Of course this assumes Duplicati already handles aggregating the multiple fetches (which it might not yet do).

Alternatively, we could look at the database which should be able to tell us how many files to expect and then start with a max of double that…

kenkendk · November 13, 2018, 9:05pm

Yes, Duplicati already handles pagination:

github.com

duplicati/duplicati/blob/master/Duplicati/Library/Backend/GoogleServices/GoogleDrive.cs#L485


      
                          mimeType = FOLDER_MIMETYPE,

                          labels = new GoogleDriveFolderItemLabels { hidden = true },

                          parents = new GoogleDriveParentReference[] { new GoogleDriveParentReference { id = parent } }

                      };

          

                      var data = System.Text.Encoding.UTF8.GetBytes(JsonConvert.SerializeObject(folder));

          

                      return m_oauth.GetJSONData<GoogleDriveFolderItem>(WebApi.GoogleDrive.CreateFolderUrl(m_teamDriveID), x =>

                      {

                          x.Method = "POST";

                          x.ContentType = "application/json; charset=UTF-8";

                          x.ContentLength = data.Length;

          

                      }, req =>

                      {

                          using (var rs = req.GetRequestStream())

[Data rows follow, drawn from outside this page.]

using System.Globalization;
using System.Text.RegularExpressions;
using SafetyMirror.Reports.Documents;
using SafetyMirror.Reports.Justification;
using SafetyMirror.Reports.Plans;

namespace SafetyMirror.Reports.Tests.Justification;

// The sheets a report is laid out on, and the site plan's pages turned to landscape, read back by poppler's pdfinfo and pdftotext.
public sealed partial class JustificationReportPaperTests : IDisposable
{
    private readonly Poppler poppler = new();

    public void Dispose() => poppler.Dispose();

    private static JustificationReport Report() => JustificationReport.ForEvaluation(InventedCorner.Plan(), InventedCorner.Evaluation, InventedCorner.Header());

    [Theory]
    // ISO 216: A3 is 297 x 420 mm; at 1 pt = 1/72 in that is 841.9 x 1190.6 pt, written as whole points.
    [InlineData(PaperSize.A3, 842, 1191)]
    // ANSI/ASME Y14.1 size B (Tabloid): 11 x 17 in, 792 x 1224 pt.
    [InlineData(PaperSize.Tabloid, 792, 1224)]
    public void ToPdf_BiggerPaper_GivesThatSheetOnEveryPage(PaperSize paper, double widthPt, double heightPt)
    {
        var sizes = Poppler.PageSizes(poppler.Write(Report().ToPdf(paper)));

        Assert.All(sizes, size => Assert.Equal((widthPt, heightPt), size));
    }

    [Theory]
    [InlineData(PaperSize.A4)]
    [InlineData(PaperSize.A3)]
    [InlineData(PaperSize.Tabloid)]
    public void ToPdf_PlanPagesLandscape_TurnsThePlanPagesOnly(PaperSize paper)
    {
        var pdf = poppler.Write(Report().ToPdf(new ReportLayout(paper, PlanPagesLandscape: true)));
        var sizes = Poppler.PageSizes(pdf);
        var planPages = Enumerable.Range(1, sizes.Count).Where(p => Poppler.Text(pdf, p).Contains("true scale when printed", StringComparison.Ordinal)).ToList();

        Assert.NotEmpty(planPages);
        Assert.All(planPages, p => Assert.True(sizes[p - 1].WidthPt > sizes[p - 1].HeightPt, $"plan page {p} is {sizes[p - 1]}"));
        Assert.True(sizes[0].WidthPt < sizes[0].HeightPt, "the summary page stays portrait");
        Assert.True(sizes[^1].WidthPt < sizes[^1].HeightPt, "the sign-off page stays portrait");
    }

    [Theory]
    [InlineData(PaperSize.A3, false)]
    [InlineData(PaperSize.A3, true)]
    [InlineData(PaperSize.Tabloid, true)]
    public void ToPdf_BiggerPaper_DrawsThePlansAtRoundScales(PaperSize paper, bool landscape)
    {
        var text = Poppler.Flow(poppler.Write(Report().ToPdf(new ReportLayout(paper, landscape))));
        var denominators = ScaleRatio().Matches(text).Select(m => int.Parse(m.Groups[1].Value, CultureInfo.InvariantCulture)).ToList();

        Assert.NotEmpty(denominators);
        Assert.All(denominators, d => Assert.Contains(d, PlanScale.Denominators().TakeWhile(n => n <= d)));
    }

    [Fact]
    public void ToPdf_LandscapeA3PlanPages_GiveTheWholePlanALargerScaleThanA4()
    {
        int WholePlanDenominator(ReportLayout layout) =>
            int.Parse(ScaleRatio().Match(Poppler.Flow(poppler.Write(Report().ToPdf(layout), $"{layout.Paper}-{layout.PlanPagesLandscape}.pdf"))).Groups[1].Value, CultureInfo.InvariantCulture);

        Assert.True(WholePlanDenominator(new ReportLayout(PaperSize.A3, true)) < WholePlanDenominator(new ReportLayout(PaperSize.A4)));
    }

    [Fact]
    public void ToPdf_LandscapeA3SameReportTwice_GivesTheSameBytes()
    {
        var layout = new ReportLayout(PaperSize.A3, PlanPagesLandscape: true);

        Assert.Equal(Report().ToPdf(layout), Report().ToPdf(layout));
    }

    [Theory]
    [InlineData(PaperSize.A3, "size: A3;", "size: A3 landscape;")]
    // CSS Paged Media names 11 x 17 in "ledger"; the report gives it as lengths.
    [InlineData(PaperSize.Tabloid, "size: 11in 17in;", "size: 11in 17in landscape;")]
    public void ToHtml_Paper_SetsThePageSizeAndItsLandscapePage(PaperSize paper, string portrait, string landscape)
    {
        var html = Report().ToHtml(new ReportLayout(paper, PlanPagesLandscape: true));

        Assert.Contains(portrait, html, StringComparison.Ordinal);
        Assert.Contains($"@page landscape {{ {landscape} }}", html, StringComparison.Ordinal);
    }

    [Fact]
    public void ToHtml_PlanPagesLandscape_PutsOnlyTheSitePlanOnTheLandscapePage()
    {
        var html = Report().ToHtml(new ReportLayout(PaperSize.A3, PlanPagesLandscape: true));

        Assert.Single(LandscapeSection().Matches(html));
        Assert.Contains("<section class=\"landscape\">\n<h1>Site plan</h1>", html, StringComparison.Ordinal);
    }

    [Fact]
    public void ToHtml_Portrait_HasNoLandscapeSection()
    {
        Assert.Empty(LandscapeSection().Matches(Report().ToHtml(PaperSize.A3)));
    }

    [GeneratedRegex(@"at 1:(\d+) \(true scale when printed at 100 %\)")]
    private static partial Regex ScaleRatio();

    [GeneratedRegex("<section class=\"landscape\">")]
    private static partial Regex LandscapeSection();
}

                              rs.Write(data, 0, data.Length);

                      });

                  }

              }

          }

We currently rely on Google’s API to use a sensible default for the limit, but we could easily change that to use a forced limit. The docs say default is 100:

ipitcher · November 16, 2018, 5:50pm

Interesting. This problem seems to have magically disappeared. My previously failing scheduled backups began working again today. If Duplicati depends on the Google Drive API to set a limit, maybe something on Google’s end was bungled, causing list queries with no specified limits to return more than 100 records at a time?

JonMikelV · November 16, 2018, 6:17pm

I don’t suppose you’d believe we had Google rewrite their API to work better with Duplicati, would you?

We’ve seen things like this in the past with other providers where a few (or even all) users have odd issues with the LIST step of things then they magically resolve themselves.

I wish there was a better way to pin down exactly where the issue is coming from so we could assure users without a bunch of manual steps. But in the end (at least this time) it sounds like Duplicati is “doing the right thing” by saying “hey - something isn’t wright the destination provider, let’s hold off on doing any backups until it’s resolved.”.

ts678 · November 16, 2018, 6:23pm

For whatever it’s worth, I saw this and tried it two days ago and saw the problem. Just now, all is well again…

There were 15 backend files at the time of failure (now 18 with today’s backup) so it might not be a size bug. Proof is not certain because Duplicati has been restarted (I’m not sure what version it was), but I’ve seen the error come and go before. I’m not sure what causes it, and web searches didn’t offer me a definitive answer.

Somewhere there’s an official Google document that advises exponential backup, so if it was still happening, –retry-delay of something larger than the default 10 seconds would have been something worth playing with, which has already been done above with good results. Network tracing as mentioned above might also help, and the experiments from @ipitcher (thanks!) are also sounding useful in figuring out what affects the error.